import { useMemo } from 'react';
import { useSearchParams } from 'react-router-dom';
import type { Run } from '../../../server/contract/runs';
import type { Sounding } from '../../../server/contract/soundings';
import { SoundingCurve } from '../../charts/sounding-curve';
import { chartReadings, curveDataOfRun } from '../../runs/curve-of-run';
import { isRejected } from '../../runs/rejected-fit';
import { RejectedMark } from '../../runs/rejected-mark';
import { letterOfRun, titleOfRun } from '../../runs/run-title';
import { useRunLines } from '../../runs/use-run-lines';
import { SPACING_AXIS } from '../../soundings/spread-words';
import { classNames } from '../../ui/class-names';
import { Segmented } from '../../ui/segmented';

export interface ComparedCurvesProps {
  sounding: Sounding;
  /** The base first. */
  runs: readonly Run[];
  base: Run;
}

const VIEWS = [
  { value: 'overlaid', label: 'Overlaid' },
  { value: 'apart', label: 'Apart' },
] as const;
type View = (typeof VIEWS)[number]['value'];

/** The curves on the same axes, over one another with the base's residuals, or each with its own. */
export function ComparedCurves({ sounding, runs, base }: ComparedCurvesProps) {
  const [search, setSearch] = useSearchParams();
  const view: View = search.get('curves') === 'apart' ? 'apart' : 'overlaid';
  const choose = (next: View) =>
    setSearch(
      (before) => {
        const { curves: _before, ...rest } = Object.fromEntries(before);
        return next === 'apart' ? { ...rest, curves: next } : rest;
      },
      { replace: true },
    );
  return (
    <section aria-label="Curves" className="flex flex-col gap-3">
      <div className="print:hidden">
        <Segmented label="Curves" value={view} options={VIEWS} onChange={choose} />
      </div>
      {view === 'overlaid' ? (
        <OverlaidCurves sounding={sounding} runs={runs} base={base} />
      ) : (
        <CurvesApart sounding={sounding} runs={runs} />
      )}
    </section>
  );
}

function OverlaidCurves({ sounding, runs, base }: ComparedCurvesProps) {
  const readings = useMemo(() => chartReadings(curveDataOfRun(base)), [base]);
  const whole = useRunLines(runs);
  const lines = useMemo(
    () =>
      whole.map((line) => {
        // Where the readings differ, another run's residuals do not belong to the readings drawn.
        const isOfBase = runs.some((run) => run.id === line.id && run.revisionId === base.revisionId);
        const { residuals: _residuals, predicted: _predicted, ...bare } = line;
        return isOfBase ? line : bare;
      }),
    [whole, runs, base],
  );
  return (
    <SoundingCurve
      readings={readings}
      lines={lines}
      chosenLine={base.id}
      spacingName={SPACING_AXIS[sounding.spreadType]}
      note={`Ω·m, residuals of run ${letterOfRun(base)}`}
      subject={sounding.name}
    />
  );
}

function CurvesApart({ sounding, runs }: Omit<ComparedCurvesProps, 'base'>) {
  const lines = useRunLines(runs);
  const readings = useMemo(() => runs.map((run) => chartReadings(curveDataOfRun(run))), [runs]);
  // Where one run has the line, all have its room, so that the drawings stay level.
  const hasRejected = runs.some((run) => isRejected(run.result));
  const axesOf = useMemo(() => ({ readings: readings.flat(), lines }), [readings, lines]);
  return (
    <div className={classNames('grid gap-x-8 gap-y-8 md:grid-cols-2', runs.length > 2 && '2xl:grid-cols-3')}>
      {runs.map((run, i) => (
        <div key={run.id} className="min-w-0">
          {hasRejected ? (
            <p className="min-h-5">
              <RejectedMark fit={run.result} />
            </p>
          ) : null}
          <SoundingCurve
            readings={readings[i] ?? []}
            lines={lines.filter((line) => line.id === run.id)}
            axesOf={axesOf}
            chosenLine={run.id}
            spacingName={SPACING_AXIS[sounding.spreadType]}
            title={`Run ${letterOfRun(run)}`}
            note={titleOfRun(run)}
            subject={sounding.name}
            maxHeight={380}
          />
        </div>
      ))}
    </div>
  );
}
——————————
> **WHAT YOU ARE ASKED TO DO**: The job is to copy each line from the material above that holds the word "function".

> **EXERCISE RESPONSE**:
export function ComparedCurves({ sounding, runs, base }: ComparedCurvesProps) {
function OverlaidCurves({ sounding, runs, base }: ComparedCurvesProps) {
function CurvesApart({ sounding, runs }: Omit<ComparedCurvesProps, 'base'>) {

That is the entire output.